One thing we did share was a love of San Diego sports. We could always fall back on the Padres and Chargers, usually discussing how bad they were. That is the power of sports, what they can do at their best even when the teams are the worst. And make no mistake, the Chargers were at their worst more often than not, making the playoffs in only 17 of their 56 seasons in America’s Finest City. The Padres certainly haven’t been any better, but it didn’t matter. Even shared misery can bring a city together. Sports can create friends out of people who would otherwise never associate; like my family, they give people something to have in common with each other. They don’t just sell the product on the field; they sell civic pride.
And it’s all fake.
We all know this. At least, we should. Professional sports franchises don’t care about their cities beyond how they can use them to make a buck. Which, by the way, is fine. They’re businesses like any other, and making money is what business is for. If the Chargers can’t dupe the taxpayers of San Diego into financing a billion-dollar playhouse, then they have every right to pack up and move. The problem isn’t that they shouldn’t be able to leave if they want to; the problem is the false advertising.
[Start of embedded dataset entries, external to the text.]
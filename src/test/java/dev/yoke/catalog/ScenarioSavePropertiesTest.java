package dev.yoke.catalog;

import static org.junit.jupiter.api.Assertions.assertEquals;
import static org.junit.jupiter.api.Assertions.assertTrue;

import dev.yoke.model.Bench;
import dev.yoke.model.Limits;
import dev.yoke.model.Profile;
import dev.yoke.model.Scenario;
import dev.yoke.model.Segment;
import java.io.IOException;
import java.io.InputStream;
import java.io.UncheckedIOException;
import java.nio.charset.StandardCharsets;
import java.nio.file.Files;
import java.nio.file.Path;
import java.util.ArrayList;
import java.util.HashMap;
import java.util.List;
import java.util.Map;
import java.util.Random;
import net.jqwik.api.ForAll;
import net.jqwik.api.Property;
import net.jqwik.api.constraints.IntRange;

/**
 * Random editor sessions on scenario files of several layouts: whatever the user does, the saved
 * file loads back as exactly the scenario saved (the law a save must keep), and when no segment
 * was removed no comment line of the file is lost.
 */
class ScenarioSavePropertiesTest {

    /** The files edited: the commented fixture, the three demo scenarios and layout variants of the fixture. */
    private static final List<String> FILES = files();

    @Property(tries = 200)
    void anyEditSessionLoadsBackAsTheScenarioSaved(@ForAll @IntRange(min = 0, max = 6) int fileIndex,
            @ForAll long seed) throws Exception {
        Path folder = Files.createTempDirectory("yoke-scenario-save");
        try {
            Path file = folder.resolve("scenario.yaml");
            String original = FILES.get(fileIndex);
            Files.writeString(file, original);
            LoadedScenario loaded = ScenarioLoader.load(file);
            Session session = new Session(loaded.scenario());
            Random random = new Random(seed);
            for (int n = 1 + random.nextInt(4); n > 0; n--) {
                session.randomEdit(random);
            }
            Scenario edited = session.scenario;

            SavedScenario saved = ScenarioStore.save(edited, file, loaded.file());

            assertEquals(edited, saved.scenario());
            assertEquals(edited, ScenarioLoader.load(file).scenario());
            // Comments outside the segments, and those of every segment left as it was, are kept.
            String text = Files.readString(file);
            Map<String, Integer> kept = commentCounts(text);
            List<Map<String, Integer>> ofSegment = new ArrayList<>();
            Map<String, Integer> expected = commentsOutsideSegments(original, ofSegment);
            for (int i = 0; i < ofSegment.size(); i++) {
                if (session.origin.contains(i) && !session.touched.contains(i)) {
                    ofSegment.get(i).forEach((comment, count) -> expected.merge(comment, count, Integer::sum));
                }
            }
            expected.forEach((comment, count) -> assertTrue(kept.getOrDefault(comment, 0) >= count,
                    "comment kept: " + comment + "\n" + text.replace("\r", "")));
        } finally {
            try (var paths = Files.walk(folder)) {
                paths.sorted(java.util.Comparator.reverseOrder()).forEach(p -> p.toFile().delete());
            }
        }
    }

    /** An editor session: the scenario, and for each row the file segment it started as (-1: added). */
    private static final class Session {
        Scenario scenario;
        final List<Integer> origin = new ArrayList<>();
        final java.util.Set<Integer> touched = new java.util.HashSet<>();

        Session(Scenario start) {
            scenario = start;
            for (int i = 0; i < start.profile().segments().size(); i++) {
                origin.add(i);
            }
        }

        /** One editor action: a bench, limit or profile value, or a segment edited, added, removed or moved. */
        void randomEdit(Random random) {
            Scenario s = scenario;
            Bench b = s.bench();
            Profile p = s.profile();
            List<Segment> segments = new ArrayList<>(p.segments());
            int at = random.nextInt(segments.size());
            Segment seg = segments.get(at);
            switch (random.nextInt(10)) {
                case 0 -> { // nominal bus voltage between the minimum and the old nominal (keeps min <= bus <= max)
                    double bus = b.busVoltage() - (b.busVoltage() - b.busVoltageMin()) / 2;
                    scenario = new Scenario(s.name(), bench(b, bus, b.ambientTemp(), b.limits()), p);
                    return;
                }
                case 1 -> {
                    scenario = new Scenario(s.name(), bench(b, b.busVoltage(), b.ambientTemp() - 5, b.limits()), p);
                    return;
                }
                case 2 -> {
                    Limits l = b.limits();
                    Limits limits = new Limits(l.vdsDerating() * 0.9, l.junctionTempLimit(),
                            l.windingTempMargin() + 5, l.rippleFraction());
                    scenario = new Scenario(s.name() + " b", bench(b, b.busVoltage(), b.ambientTemp(), limits), p);
                    return;
                }
                case 3 -> {
                    scenario = new Scenario(s.name(), b, new Profile(p.loadInertia() * 2, !p.repeat(), segments));
                    return;
                }
                case 4 -> {
                    segments.set(at, new Segment(seg.label(), seg.duration() * 1.5, seg.speedStart(),
                            seg.speedEnd(), seg.torque()));
                    touched.add(origin.get(at));
                }
                case 5 -> {
                    segments.set(at, new Segment(seg.label() + " b", seg.duration(), seg.speedStart() + 1,
                            seg.speedEnd(), -seg.torque()));
                    touched.add(origin.get(at));
                }
                case 6 -> { // the editor's "add": a copy below
                    segments.add(at + 1, seg);
                    origin.add(at + 1, -1);
                }
                case 7 -> {
                    if (segments.size() > 1) {
                        segments.remove(at);
                        origin.remove(at);
                    }
                }
                case 8 -> {
                    int to = random.nextInt(segments.size());
                    segments.add(to, segments.remove(at));
                    origin.add(to, origin.remove(at));
                }
                default -> {
                    int to = random.nextInt(segments.size() + 1);
                    segments.add(to, new Segment("new " + random.nextInt(100), 0.25 + random.nextInt(8),
                            random.nextInt(5), -random.nextInt(5), random.nextInt(3) - 1));
                    origin.add(to, -1);
                }
            }
            scenario = new Scenario(s.name(), b, new Profile(p.loadInertia(), p.repeat(), segments));
        }
    }

    /**
     * The comments of {@code text} outside its segments (the comments above the first segment
     * describe the list and count as outside); each segment's own comments, from the line after
     * the previous segment's last value to its own last value, go to {@code ofSegment}.
     */
    private static Map<String, Integer> commentsOutsideSegments(String text, List<Map<String, Integer>> ofSegment) {
        Map<String, Integer> outside = new HashMap<>();
        String[] lines = text.split("\r?\n");
        int list = 0;
        while (!lines[list].strip().startsWith("segments:")) {
            list++;
        }
        String dashIndent = null;
        List<String> pending = new ArrayList<>(); // comments after the last value seen, before the next dash
        int line = list + 1;
        for (; line < lines.length; line++) {
            String l = lines[line];
            String stripped = l.strip();
            int indent = l.length() - l.stripLeading().length();
            if (stripped.isEmpty()) {
                continue;
            }
            if (stripped.startsWith("#")) {
                pending.add(comment(l));
                continue;
            }
            if (stripped.startsWith("- ") && (dashIndent == null || indent == dashIndent.length())) {
                dashIndent = " ".repeat(indent);
                Map<String, Integer> own = new HashMap<>();
                for (String c : pending) {
                    (ofSegment.isEmpty() ? outside : own).merge(c, 1, Integer::sum);
                }
                pending.clear();
                ofSegment.add(own);
            } else if (dashIndent == null || indent <= dashIndent.length()) {
                break; // the list ended
            } else {
                for (String c : pending) {
                    ofSegment.get(ofSegment.size() - 1).merge(c, 1, Integer::sum);
                }
                pending.clear();
            }
            if (l.contains("#")) {
                ofSegment.get(ofSegment.size() - 1).merge(comment(l), 1, Integer::sum);
            }
        }
        pending.forEach(c -> outside.merge(c, 1, Integer::sum));
        for (int k = 0; k < lines.length; k++) {
            if ((k <= list || k >= line) && lines[k].contains("#")) {
                outside.merge(comment(lines[k]), 1, Integer::sum);
            }
        }
        return outside;
    }

    private static String comment(String line) {
        return line.substring(line.indexOf('#'));
    }

    private static Bench bench(Bench b, double bus, double ambient, Limits limits) {
        return new Bench(bus, b.busVoltageMin(), b.busVoltageMax(), b.pwmFrequencies(), b.modulation(), b.deadTime(),
                b.gateDriveVoltage(), b.gateResistance(), b.maxDuty(), ambient, b.switchRthCaseAmbient(),
                b.gearRatios(), b.gearEfficiency(), limits);
    }

    /** Each comment (the text from {@code #} on, of a line holding one) and how often it stands. */
    private static Map<String, Integer> commentCounts(String text) {
        Map<String, Integer> counts = new HashMap<>();
        for (String line : text.split("\r?\n")) {
            if (line.contains("#")) {
                counts.merge(comment(line), 1, Integer::sum);
            }
        }
        return counts;
    }

    private static List<String> files() {
        try {
            String commented;
            try (InputStream in = ScenarioSavePropertiesTest.class.getResourceAsStream("/store/commented-scenario.yaml")) {
                commented = new String(in.readAllBytes(), StandardCharsets.UTF_8);
            }
            List<String> files = new ArrayList<>(List.of(commented,
                    // lists of numbers written as block lists
                    commented.replace("  pwm_frequencies: [16 kHz, 25 kHz]   # nothing audible\n",
                            "  pwm_frequencies:   # nothing audible\n    - 16 kHz\n    - 25 kHz\n"),
                    // the profile first, segments without blank lines and with quoted labels, CRLF line ends
                    reordered(commented).replace("\n\n    -", "\n    -").replace("label: hold", "label: \"hold\"")
                            .replace("\n", "\r\n"),
                    // a segment list not at the end of the file, with a comment after its last item, and a
                    // key with nothing after it (it loads as absent: speed_end follows speed_start)
                    reordered(commented).replace("      speed_start: 0 rad/s\n      torque: 1.5 N*m",
                            "      speed_start: 0 rad/s\n      speed_end:\n      torque: 1.5 N*m")
                            + "  # trailing note on the bench\n"));
            for (String demo : List.of("arm-joint.yaml", "conveyor.yaml", "rover-wheel.yaml")) {
                files.add(Files.readString(Path.of("demo-data", demo)));
            }
            return files;
        } catch (IOException e) {
            throw new UncheckedIOException(e);
        }
    }

    /** The fixture with its profile section moved above the bench. */
    private static String reordered(String commented) {
        int bench = commented.indexOf("bench:\n");
        int profile = commented.indexOf("profile:\n");
        int end = commented.indexOf("# end of the cycle");
        return commented.substring(0, bench) + commented.substring(profile, end) + commented.substring(bench, profile);
    }
}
No, they don’t really fight for you.
As an adult, that’s obvious. But professional sports aren’t just for adults. They’re everything that the tobacco industry is accused of; gotta get ’em while they’re young. And boy, did they have me. Growing up, the Chargers were always part of my own personal identity. I was born in San Diego, but I moved to Virginia when I was only eight. Being a Chargers fan on the East Coast was how I carved my own little niche. When everyone else wore burgundy, I wore blue. They had Art Monk, I had Dan Fouts. It helped me to feel unique, which is an important thing for a child. It helped me to feel connected to my hometown. It was one little bit of consistency in a life that was spent moving every two or three years.
I shouldn’t care about this team, and maybe I don’t. When Dean Spanos hired former Los Angeles deputy mayor Mark Fabiani as his counsel back in 2002, everybody knew that the eventual endgame would be the Chargers leaving town. It started the erosion of my fandom, and I haven’t been an avid follower of the team for years. It’s not the team I care about losing as much as it is the connections– to my family, to my city, and to my past. Now I’m just a bitter old man writing a letter to nobody in particular as if expressing all of this matters one bit. It doesn’t, just like it didn’t matter when countless other fans wrote similar pieces when their cities lost a team. I am a cliche, and I feel stupid for ever caring at all.
Back when the CBS Sports Network was known as CSTV, they had an ad campaign that showed a father and son playing catch in their backyard. The kid showed some talent in his arm, and the father walked up to him and said (paraphrasing), “son, you’ve got a gift. So we’re going to sign with a great agent and get you the biggest contract we can!” The tagline at the end was, “Don’t let pro sports happen to you.”
How right they were.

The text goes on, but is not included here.